Citrea Claw Skill
AdvisoryAudited by Static analysis on Apr 30, 2026.
Overview
No suspicious patterns detected.
Findings (0)
Artifact-based informational review of SKILL.md, metadata, install specs, static scan signals, and capability signals. ClawScan does not execute the skill or run runtime probes.
When you ask Citrea-related questions, the agent may run the provided local CLI and show its output.
The skill explicitly asks the agent to execute local Node commands. This is expected for a CLI skill, but it means installation grants the agent command-running authority for the listed workflows.
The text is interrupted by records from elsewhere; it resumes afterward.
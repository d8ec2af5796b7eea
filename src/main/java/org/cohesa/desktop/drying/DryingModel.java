package org.cohesa.desktop.drying;

import java.util.List;
import javafx.beans.property.BooleanProperty;
import javafx.beans.property.ObjectProperty;
import javafx.beans.property.SimpleBooleanProperty;
import javafx.beans.property.SimpleObjectProperty;
import javafx.beans.property.SimpleStringProperty;
import javafx.beans.property.StringProperty;
import org.cohesa.core.InvalidInputException;
import org.cohesa.core.drying.DryingPath;
import org.cohesa.core.drying.DryingRequest;
import org.cohesa.core.drying.DryingSimulator;
import org.cohesa.core.drying.PathPoint;
import org.cohesa.core.hsp.SolubilitySphere;
import org.cohesa.core.safety.SafetyProfile;
import org.cohesa.core.safety.SafetyProfiler;
import org.cohesa.core.solvent.Blend;
import org.cohesa.core.solvent.SolventLibrary;
import org.cohesa.desktop.common.Session;

/**
 * View-model of the drying screen: the blend (typed in blend notation, or the one selected on the blend
 * screen), temperature and model choice; runs the drying simulation ({@link DryingSimulator}) and the safety
 * profile ({@link SafetyProfiler}) off the FX thread and publishes the path to the session for the plots.
 */
public final class DryingModel {

    /** What one run produced. */
    public record Result(Blend blend, DryingPath path, SafetyProfile safety) {
    }

    private final Session session;
    private final StringProperty blendText = new SimpleStringProperty("");
    private final StringProperty temperatureC = new SimpleStringProperty("25");
    private final BooleanProperty ideal = new SimpleBooleanProperty(false);
    private final ObjectProperty<Result> result = new SimpleObjectProperty<>();
    private final StringProperty problem = new SimpleStringProperty("");
    private boolean publishing;

    public DryingModel(Session session) {
        this.session = session;
        // RED along the path is to the target it was computed for
        session.targetProperty().addListener((o, a, t) -> result.set(null));
        session.selectedBlendProperty().addListener((o, a, b) -> {
            if (b != null && !publishing) {
                blendText.set(b.describe());
            }
        });
    }

    public Session session() {
        return session;
    }

    public StringProperty blendTextProperty() {
        return blendText;
    }

    public StringProperty temperatureProperty() {
        return temperatureC;
    }

    public BooleanProperty idealProperty() {
        return ideal;
    }

    public ObjectProperty<Result> resultProperty() {
        return result;
    }

    /** Why the last run failed, in one line for the drying pane itself (empty after a success). */
    public StringProperty problemProperty() {
        return problem;
    }

    /** Computes the path and the safety profile of the blend in the form; {@code then} runs on success. */
    public void run(Runnable then) {
        run(then, null);
    }

    /** As {@link #run(Runnable)}; {@code otherwise} runs on the FX thread when the computation fails. */
    public void run(Runnable then, Runnable otherwise) {
        SolventLibrary library = new SolventLibrary(List.copyOf(session.solvents()));
        String text = blendText.get() == null ? "" : blendText.get().strip();
        double kelvin = parseTemperature(temperatureC.get()) + 273.15;
        boolean idealModel = ideal.get();
        SolubilitySphere target = session.target() == null ? null : session.target().sphere();
        problem.set("");
        session.jobs().run("Computing the drying path", p -> {
            Blend blend = parseBlend(library, text);
            p.update(0.1, "Simulating evaporation of " + blend.describe() + "…");
            DryingPath path = DryingSimulator.simulate(new DryingRequest(blend, target, kelvin, DryingRequest.DEFAULT_UNTIL, idealModel,
                    0.025, false));
            if (p.isCancelled()) {
                return null;
            }
            p.update(0.7, "Safety profile…");
            SafetyProfile safety = SafetyProfiler.profile(blend, kelvin, idealModel);
            return new Result(blend, path, safety);
        }, r -> {
            if (r == null) {
                return;
            }
            result.set(r);
            publishing = true;
            session.selectedBlendProperty().set(r.blend());
            publishing = false;
            session.dryingPathProperty().set(r.path().points().stream().map(PathPoint::hansen).toList());
            if (then != null) {
                then.run();
            }
        }, err -> {
            result.set(null);
            session.dryingPathProperty().set(List.of());
            problem.set("The drying path of " + (text.isEmpty() ? "this blend" : text) + " could not be computed: " + err);
            if (otherwise != null) {
                otherwise.run();
            }
        });
    }

    static Blend parseBlend(SolventLibrary library, String text) {
        if (text.isEmpty()) {
            throw new InvalidInputException("blend", text, "write a blend as NAME:FRACTION,NAME:FRACTION (e.g. toluene:0.6,ethanol:0.4)");
        }
        return text.contains(":") ? library.resolveBlend("blend", text) : Blend.pure(library.resolve("blend", text));
    }

    static double parseTemperature(String text) {
        try {
            double c = Double.parseDouble(text == null ? "" : text.strip());
            if (c < -50 || c > 200) {
                throw new InvalidInputException("temperature", text, "must lie between −50 and 200 °C");
            }
            return c;
        } catch (NumberFormatException e) {
            throw new InvalidInputException("temperature", String.valueOf(text), "not a number of °C");
        }
    }
}
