package org.cohesa.store;

import java.net.URI;
import java.net.URISyntaxException;
import java.net.URLDecoder;
import java.nio.charset.StandardCharsets;
import java.sql.Connection;
import java.sql.DriverManager;
import java.sql.ResultSet;
import java.sql.SQLException;
import java.sql.Statement;
import java.util.List;
import java.util.Properties;
import org.cohesa.core.InvalidInputException;
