/* out[o][q] = bias[o] + Σ_c,t wt[c,t][o0+o] · in[c][off[t] + q] for an OB ×
 * NV·VL block starting at q0 (in and out already offset by q0); `n` outputs
 * are valid from here on. */
#define KERNEL(name, RO, RV, LOADS)                                                   \
    static void name(const corr_src *S, const float *in, int o0, const float *bias,   \
                     float *out, size_t ops, int n)                                   \
    {                                                                                 \
        RO(ACC_INIT, RV)                                                              \
        const float *wr = S->wt + o0;                                                 \
        for (int c = 0; c < S->c; c++) {                                              \
            const float *inc = in + (size_t)c * S->cs;                                \
            for (int t = 0; t < S->taps; t++, wr += S->o) {                           \
                const float *p = inc + S->off[t];                                     \
                LOADS(X_LOAD)                                                         \
                RO(ACC_FMA, RV)                                                       \
            }                                                                         \
        }                                                                             \
        RO(ACC_STORE, RV)                                                             \
    }
KERNEL(k16x1, RO16, RV1, LOAD1)
KERNEL(k12x2, RO12, RV2, LOAD2)
KERNEL(k8x3, RO8, RV3, LOAD3)
KERNEL(k8x2, RO8, RV2, LOAD2)
KERNEL(k4x4, RO4, RV4, LOAD4)
KERNEL(k1x4, RO1, RV4, LOAD4)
immediately run the appropriate command below using the exec tool ... cd ~/.openclaw/skills/citrea-claw-skill && node index.js <command> [args]
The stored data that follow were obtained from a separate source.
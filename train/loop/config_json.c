/* train/loop/config_json.c — the configuration as JSON (cJSON): reading a file or
 * a text with one-line "PATH: problem" errors (syntax errors located by line
 * and column, unknown keys with a suggestion, wrong types, out-of-range
 * values, then the cross-field checks), and writing it back. */
#include "train/loop/config_fields.h"
#include "data/jsondepth.h"
#include <cjson/cJSON.h>
#include <errno.h>
#include <math.h>
#include <stdarg.h>
#include <stdio.h>
#include <stdlib.h>
#include <string.h>

#define MAX_CONFIG_BYTES (1L << 20)

typedef struct reader {
    nj_train_config *c;
    const char *origin;      /* file name (or label) used in messages */
    const char *base;        /* folder prefix for relative paths ("dir/"), NULL = keep as written */
    char *err;
    size_t errlen;
    int minutes_given, hours_given;
    double hours;
} reader;

static int fail(reader *r, const char *fmt, ...) __attribute__((format(printf, 2, 3)));
static int fail(reader *r, const char *fmt, ...)
{
    char msg[768];
    va_list ap;
    va_start(ap, fmt);
    vsnprintf(msg, sizeof msg, fmt, ap);
    va_end(ap);
    snprintf(r->err, r->errlen, "%s: %s", r->origin, msg);
    return -1;
}

static const char *type_name(const cJSON *v)
{
    if (cJSON_IsString(v)) return "a string";
    if (cJSON_IsNumber(v)) return "a number";
    if (cJSON_IsBool(v)) return "true/false";
    if (cJSON_IsNull(v)) return "null";
    if (cJSON_IsArray(v)) return "an array";
    return "an object";
}

/* Levenshtein distance (Levenshtein 1966) of two short keys, for suggestions. */
static int edit_distance(const char *a, const char *b)
{
    int la = (int)strlen(a), lb = (int)strlen(b);
    if (la > 63 || lb > 63) return 99;
    int row[64];
    for (int j = 0; j <= lb; j++) row[j] = j;
    for (int i = 1; i <= la; i++) {
        int diag = row[0];
        row[0] = i;
        for (int j = 1; j <= lb; j++) {
            int up = row[j], best = diag + (a[i - 1] != b[j - 1]);
            if (up + 1 < best) best = up + 1;
            if (row[j - 1] + 1 < best) best = row[j - 1] + 1;
            row[j] = best;
            diag = up;
        }
    }
    return row[lb];
}

/* Name of a child section of `section` ("" = top level) when `sub` is one. */
static const char *child_section(const char *section, const char *key, char *buf, size_t n)
{
    if (section[0]) snprintf(buf, n, "%s.%s", section, key);
    else snprintf(buf, n, "%s", key);
    for (int i = 0; i < nj_config_nsections; i++)
        if (!strcmp(nj_config_sections[i], buf)) return nj_config_sections[i];
    return NULL;
}

static const nj_config_field *find_field(const char *section, const char *key)
{
    for (int i = 0; i < nj_config_nfields; i++)
        if (!strcmp(nj_config_fields[i].section, section) && !strcmp(nj_config_fields[i].key, key))
            return &nj_config_fields[i];
    return NULL;
}

/* The closest known key (or sub-section) of `section` to `key`, or NULL. */
static const char *suggest(const char *section, const char *key)
{
    const char *best = NULL;
    int bestd = 3;
    for (int i = 0; i < nj_config_nfields; i++) {
        const nj_config_field *f = &nj_config_fields[i];
        int d = strcmp(f->section, section) ? 99 : edit_distance(f->key, key);
        if (d < bestd) { bestd = d; best = f->key; }
    }
    size_t n = strlen(section);
    for (int i = 0; i < nj_config_nsections; i++) {
        const char *s = nj_config_sections[i], *dot = strrchr(s, '.');
        int child = n ? (dot && (size_t)(dot - s) == n && !strncmp(s, section, n)) : !dot;
        const char *leaf = n ? (dot ? dot + 1 : s) : s;
        int d = child ? edit_distance(leaf, key) : 99;
        if (d < bestd) { bestd = d; best = leaf; }
    }
    return best && bestd < (int)strlen(key) ? best : NULL;
}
Install only if you are comfortable with the agent running this Node CLI, and keep use to the documented commands and arguments.
A Telegram bot token could be used to send messages through your bot if exposed or mishandled.
The skill asks for a Telegram bot token and chat ID and stores them in the skill's .env file. This is purpose-aligned for alerts, but the bot token is a credential.
Telegram Bot Token ... write to `TELEGRAM_BOT_TOKEN` ... Telegram Chat ID ... write to `TELEGRAM_CHAT_ID`
Use a dedicated Telegram bot for this skill, keep the .env file private, and rotate the token if it is shared or exposed.
If the remote repository or dependencies change, the installed code may differ from the reviewed artifacts.
First-time setup pulls code and dependencies from remote sources. This is a normal installation path for a Node CLI, but it depends on the repository and npm dependency provenance.
git clone https://github.com/jason-chew/citrea-claw-skill.git ~/.openclaw/skills/citrea-claw-skill ... npm install
Verify the repository and package-lock before installing, and prefer pinned or reviewed versions when possible.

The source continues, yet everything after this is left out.